AGRESIVIDAD SORDA
ELSA CARDOZO
La vieja tesis de que las democracias son menos agresivas y los autoritarismos son más proclives a hacer la guerra ha sido objeto de muchas revisiones. Una de las más interesantes concluyó que las democracias inestables son particularmente agresivas y, la verdad, es que desde hace rato habría que añadir que esa agresividad –generadora de tensiones internacionales, no necesariamente de guerras– ha sido el signo de los neoautoritarismos que con ropaje democrático se multiplicaron al finalizar la Guerra Fría.
Por estos lados, ante insuficientes reformas políticas y desencanto con las económicas, reaparecieron en el tránsito entre los siglos XX y XXI líderes carismáticos con propuestas refundadoras que, en nombre de una mayor participación popular, desestimaron los componentes liberales de representación, contrapesos y alternancia de la democracia. Ganado el gobierno en elecciones, unos cuantos impulsaron reformas constitucionales centralizadoras, concentraron poder en la presidencia y bregaron la reelección inmediata y hasta indefinida mientras, en consecuencia, se desvirtuaba la competencia electoral con condiciones crecientemente adversas para los opositores. Tras más de una década de experimentos refundadores, los índices internacionales más respetables que evalúan todos esos aspectos (en tiempos en los que la democracia se resiente en toda la región), colocan precisamente a Venezuela, Nicaragua, Ecuador y Bolivia en los puestos más cercanos al autoritarismo, es decir, a Cuba.
En los cuatro casos, a la deliberada erosión de la democracia la acompañaron estrategias para cultivar apoyos internacionales que permitieran a los gobiernos distanciarse, desvirtuar y desafiar los acuerdos de protección de la democracia y los derechos humanos. En la conjunción entre los atropellos a la democracia y la disposición de recursos económicos extraordinarios para costear alianzas y desplantes, Venezuela se convirtió en el caso más extremo de estridencia y disposición a la confrontación exterior. Ahora, ante la merma de recursos que ofrecer, realizaciones que mostrar y legitimidad interior que alegar, recrudece una sorda agresividad internacional.

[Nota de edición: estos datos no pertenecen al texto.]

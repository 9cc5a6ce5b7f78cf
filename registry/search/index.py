"""The screening index: every compound's pattern fingerprint, element bits and RDKit forms.

Substructure search screens first and confirms second (the fingerprint screen of Willett,
Barnard & Downs, J. Chem. Inf. Comput. Sci. 1998; RDKit's pattern fingerprint): a molecule can
contain the query only if it has every fingerprint bit of the query, so ``query ⊆ molecule`` on
packed 64-bit words throws most molecules out with a few numpy operations; RDKit then confirms
the rest (from RDKit's canonical SMILES parsed as trusted, or the stored binary form).

Building the index reads every compound's binary and fingerprint and works out its elements
(seconds at 100,000 compounds); mapping it from ``<db>.fpindex`` (:mod:`.cachefile`) takes
milliseconds, so the file stays. It records the registry state it was built from: the
``structure`` change counter (any update of a structure or delete of a compound, plain SQL
included) and the compound table's row count and largest id. New compounds only (count and
largest id grew by the same rows, counter unchanged) extend the file; any other difference
rebuilds it.

The stored fingerprints were computed by whatever RDKit wrote the compound; the pattern
fingerprint has changed between RDKit releases, and a stale one could screen out a true hit. At
build time a sample of stored fingerprints is recomputed from the molecules; if any differs, the
index recomputes all of them.
"""

from __future__ import annotations

from dataclasses import dataclass, field
from typing import Any

import numpy as np

from registry.search import cachefile
from registry.search.patterns import FP_BITS, FP_WORDS
from registry.storage import changes
from registry.storage.connection import Connection
from registry.storage.database import Database

MAGIC = b"FLXSCRN1"
FORMAT_VERSION = 5  # 5: valid for a change-counter state
SUFFIX = ".fpindex"
_SAMPLE = 48  # stored fingerprints re-checked against the running RDKit at build time
#: what the index depends on (see the module docstring)
COUNTERS = ("structure",)
TABLES = ("compound",)


@dataclass
class ScreenIndex:
    """Compound ids (ascending), fingerprints (32 × N uint64, word-major so that the screen reads
    only the words a query needs), RDKit binaries (offsets + blob), canonical SMILES (offsets
    + blob; empty where the structure was kept unsanitized) and element bits (:mod:`.elements`)."""

    ids: np.ndarray
    fps: np.ndarray
    offsets: np.ndarray
    blob: np.ndarray
    smiles_offsets: np.ndarray
    smiles_blob: np.ndarray
    elements: np.ndarray  # 2 × N uint64: the elements each compound contains
    recomputed_fps: bool = False
    rdkit: str = ""
    notes: list[str] = field(default_factory=list)
    _keep: Any = None  # the mmap the arrays view, kept open while the index lives
    _smiles_text: str | None = None
    _smiles_offsets_list: list[int] = field(default_factory=list)

    def __len__(self) -> int:
        return int(self.ids.shape[0])

    def take_notes(self) -> list[str]:
        """What the search should tell the user about this index, once."""
        notes, self.notes = self.notes, []
        return notes

    def mol_binary(self, position: int) -> bytes:
        return self.blob[self.offsets[position] : self.offsets[position + 1]].tobytes()

    def trusted_smiles_many(self, positions: Any) -> list[str]:
        """RDKit's canonical SMILES of these positions ('' where the structure was kept
        unsanitized); the text is decoded once per process."""
        if self._smiles_text is None:
            raw = self.smiles_blob.tobytes()
            text = raw.decode("utf-8")
            # SMILES are ASCII, so byte offsets are character offsets; otherwise decode singly
            self._smiles_text = text if len(text) == len(raw) else ""
            self._smiles_offsets_list = self.smiles_offsets.tolist()
        off, text = self._smiles_offsets_list, self._smiles_text
        if text:
            return [text[off[p] : off[p + 1]] for p in positions]
        blob = self.smiles_blob
        return [blob[off[p] : off[p + 1]].tobytes().decode("utf-8") for p in positions]

    def screen(self, query_words: np.ndarray, rows: np.ndarray | None = None) -> np.ndarray:
        """Positions whose fingerprint holds every bit of the query (``rows`` limits the search)."""
        needed = np.flatnonzero(query_words)
        if needed.size == 0:
            return np.arange(len(self)) if rows is None else rows
        if rows is not None and rows.size < len(self) // 4:  # few rows: gather just those
            keep = np.ones(rows.size, dtype=bool)
            for w in needed:
                word = query_words[w]
                keep &= (self.fps[w][rows] & word) == word
            return rows[keep]
        keep = np.ones(len(self), dtype=bool)
        for w in needed:
            word = query_words[w]
            keep &= (self.fps[w] & word) == word
        return np.flatnonzero(keep) if rows is None else rows[keep[rows]]

    def screen_elements(self, masks: list[np.ndarray], rows: np.ndarray) -> np.ndarray:
        """Those of ``rows`` whose compound has at least one element of every mask."""
        if not masks or rows.size == 0:
            return rows
        low, high = self.elements[0][rows], self.elements[1][rows]
        keep = np.ones(rows.size, dtype=bool)
        for words in masks:
            keep &= ((low & words[0]) | (high & words[1])) != 0
        return rows[keep]

    def positions_of(self, compound_ids: np.ndarray) -> np.ndarray:
        """Index positions of those compound ids the index holds (compounds with a structure)."""
        if compound_ids.size == 0 or len(self) == 0:
            return np.empty(0, dtype=np.int64)
        ids = np.sort(compound_ids)
        positions = np.searchsorted(self.ids, ids)
        inside = positions < len(self)
        positions, ids = positions[inside], ids[inside]
        return positions[self.ids[positions] == ids].astype(np.int64)


def rdkit_version() -> str:
    from rdkit import rdBase

    return str(rdBase.rdkitVersion)


# ---------------------------------------------------------------- building from the database


Row = tuple[int, bytes, bytes | None, str]


def _fetch(conn: Connection, after_id: int) -> list[Row]:
    result = conn.rows(
        "SELECT id, mol_binary, pattern_fp, smiles_canonical, structure_ok FROM compound "
        "WHERE mol_binary IS NOT NULL AND id > :after ORDER BY id",
        {"after": after_id},
    )
    return [
        (
            int(r[0]),
            bytes(r[1]),
            None if r[2] is None else bytes(r[2]),
            (r[3] or "") if r[4] else "",  # only sanitized structures are parsed as trusted
        )
        for r in result
    ]


def _fresh_fp(binary: bytes) -> np.ndarray:
    """Recompute a pattern fingerprint; all bits set when RDKit cannot (never screened out)."""
    from rdkit import Chem, DataStructs

    try:
        mol = Chem.Mol(binary)
        mol.UpdatePropertyCache(strict=False)
        fp = Chem.PatternFingerprint(mol, fpSize=FP_BITS)
        return np.frombuffer(DataStructs.BitVectToBinaryText(fp), dtype="<u8").copy()
    except Exception:
        return np.full(FP_WORDS, np.uint64(0xFFFFFFFFFFFFFFFF), dtype=np.uint64)


def _arrays(rows: list[Row], recompute: bool) -> dict[str, np.ndarray]:
    from registry.search.elements import compound_mask

    n = len(rows)
    ids = np.fromiter((r[0] for r in rows), dtype=np.int64, count=n)
    fps = np.empty((n, FP_WORDS), dtype=np.uint64)
    elements = np.empty((n, 2), dtype=np.uint64)
    raw, smiles = bytearray(), bytearray()
    offsets = np.zeros(n + 1, dtype=np.int64)
    smiles_offsets = np.zeros(n + 1, dtype=np.int64)
    for i, (_, binary, fp, text) in enumerate(rows):
        if recompute or fp is None or len(fp) != FP_BITS // 8:
            fps[i] = _fresh_fp(binary)
        else:
            fps[i] = np.frombuffer(fp, dtype="<u8")
        raw += binary
        offsets[i + 1] = len(raw)
        smiles += text.encode("utf-8")
        smiles_offsets[i + 1] = len(smiles)
        elements[i] = compound_mask(text, binary)
    return {
        "ids": ids,
        "fps": np.ascontiguousarray(fps.T),
        "offsets": offsets,
        "blob": np.frombuffer(bytes(raw), dtype=np.uint8),
        "smiles_offsets": smiles_offsets,
        "smiles_blob": np.frombuffer(bytes(smiles), dtype=np.uint8),
        "elements": np.ascontiguousarray(elements.T),
    }


def _stored_fps_current(rows: list[Row]) -> bool:
    """Do the stored fingerprints agree with the running RDKit (checked on a spread sample)?"""
    with_fp = [r for r in rows if r[2] is not None]
    if not with_fp:
        return True
    step = max(1, len(with_fp) // _SAMPLE)
    for _, binary, fp, _ in with_fp[::step][:_SAMPLE]:
        if not np.array_equal(_fresh_fp(binary), np.frombuffer(fp, dtype="<u8")):
            return False
    return True


def build_index(conn: Connection) -> ScreenIndex:
    """Read every compound's binary and fingerprint in this transaction."""
    rows = _fetch(conn, 0)
    recompute = not _stored_fps_current(rows)
    notes = []
    if recompute:
        notes.append(
            "stored pattern fingerprints differ from this RDKit's; the index uses recomputed ones"
        )
    return ScreenIndex(
        **_arrays(rows, recompute), recomputed_fps=recompute, rdkit=rdkit_version(), notes=notes
    )


def _extend(index: ScreenIndex, rows: list[Row]) -> ScreenIndex:
    new = _arrays(rows, index.recomputed_fps)

    def joined(name: str, offsets: bool = False) -> np.ndarray:
        old, more = getattr(index, name), new[name]
        if offsets:
            return np.concatenate([old, more[1:] + int(old[-1])])
        return np.concatenate([old, more], axis=1 if old.ndim == 2 else 0)

    return ScreenIndex(
        ids=joined("ids"),
        fps=joined("fps"),
        offsets=joined("offsets", True),
        blob=joined("blob"),
        smiles_offsets=joined("smiles_offsets", True),
        smiles_blob=joined("smiles_blob"),
        elements=joined("elements"),
        recomputed_fps=index.recomputed_fps,
        rdkit=index.rdkit,
    )


# ---------------------------------------------------------------- the cache file

_ARRAYS = ("ids", "fps", "offsets", "blob", "smiles_offsets", "smiles_blob", "elements")


def save_index(index: ScreenIndex, path: Any, state: dict) -> None:
    header = {
        "format": FORMAT_VERSION,
        "state": state,
        "rdkit": index.rdkit,
        "recomputed_fps": index.recomputed_fps,
    }
    cachefile.save_arrays(path, MAGIC, header, {n: getattr(index, n) for n in _ARRAYS})


def read_index(path: Any) -> tuple[ScreenIndex, dict] | None:
    """Map a cache file: (the index, the state it was built for); None when it is missing,
    damaged or of another format."""
    found = cachefile.read_arrays(path, MAGIC, FORMAT_VERSION)
    if found is None:
        return None
    header, arrays, mapped = found
    if set(arrays) != set(_ARRAYS) or "state" not in header:
        return None
    index = ScreenIndex(
        **arrays,
        recomputed_fps=bool(header.get("recomputed_fps")),
        rdkit=str(header.get("rdkit", "")),
        _keep=mapped,
    )
    return index, header["state"]


def _appended(conn: Connection, before: dict, now: dict) -> bool:
    """Only new compounds since ``before``: same counters, rows and largest id grown alike."""
    if before.get("counters") != now["counters"]:
        return False
    try:
        old = changes.TableState(*before["tables"]["compound"])
    except (KeyError, TypeError):
        return False
    current = changes.TableState(*now["tables"]["compound"])
    if current.max_id <= old.max_id:
        return False
    newer = int(conn.scalar("SELECT count(*) FROM compound WHERE id > :m", {"m": old.max_id}))
    return changes.only_appended(old, current, newer)


def index_state(conn: Connection) -> dict:
    """The registry state the screening index (and the similarity index) depend on."""
    return cachefile.state_of(conn, COUNTERS, TABLES)


def load_index(database: Database, conn: Connection, *, rebuild: bool = False) -> ScreenIndex:
    """The index valid for ``conn``'s snapshot: held in this process, mapped from its file,
    extended by new compounds, or rebuilt (and written back; a file that cannot be written is
    no error, the search notes it)."""
    now = index_state(conn)
    key = (database.key, "index")
    current = rdkit_version()
    if not rebuild:
        index = cachefile.held(key, now)
        if index is not None:
            return index
    path = cachefile.path_for(database, SUFFIX)
    found = None if rebuild or path is None else read_index(path)
    if found is not None and found[0].rdkit == current and found[1] == now:
        return cachefile.hold(key, now, found[0])
    if found is not None and found[0].rdkit == current and _appended(conn, found[1], now):
        old_max = int(found[0].ids[-1]) if len(found[0]) else 0
        old_max = max(old_max, int(found[1]["tables"]["compound"][1]))
        index = _extend(found[0], _fetch(conn, old_max))
    else:
        index = build_index(conn)
    if path is not None:
        done = cachefile.write_or_note(
            lambda: save_index(index, path, now), path, "screening cache", index.notes
        )
        if done:
            reread = read_index(path)
            if reread is not None:  # the mapped form: file-backed pages, not private memory
                reread[0].notes = index.notes
                index = reread[0]
    return cachefile.hold(key, now, index)


def drop_index(database: Database) -> bool:
    """Delete the cache file (the next search rebuilds it); True if there was one."""
    cachefile.forget()
    return cachefile.drop(cachefile.path_for(database, SUFFIX))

Primero fue con Guyana, con la campaña para dar la vida por la reclamación, para finalmente apagar los micrófonos, dar vueltas por el Caribe en plan de reducir daños y tratar de recuperar apoyos en tiempos de sequía para la petrodiplomacia.
Luego ha sido la escalada con Colombia, mucho más agresiva, verbalmente y en acciones cargadas de arbitrariedad, generadoras de una inocultable emergencia humanitaria imposible de acallar a voluntad. Desde Caracas se han descalificado informes y expresiones de preocupación internacional a la vez que evadido –viaje a China mediante– cualquier encuentro bilateral y debate multilateral sustantivo, no solo en la OEA sino también en la Unasur.
Así son los altos costos y riesgos en los que el gobierno venezolano está dispuesto a incurrir (y quiere que se sepa dentro y fuera de Venezuela), antes que asumir su parte de responsabilidad y las acciones necesarias para superar la debacle económica; antes que dejar fluir con el necesario respeto y normalidad el proceso electoral y permitir su debida observación. Así es también la debilidad no solo material sino moral y estratégica, que en su escalada de agresividad ha evidenciado la pérdida de apoyos internacionales incondicionales y de capacidad para moverse en un contexto internacional que se ha vuelto tremendamente complicado, hasta para los que lo hacen bien.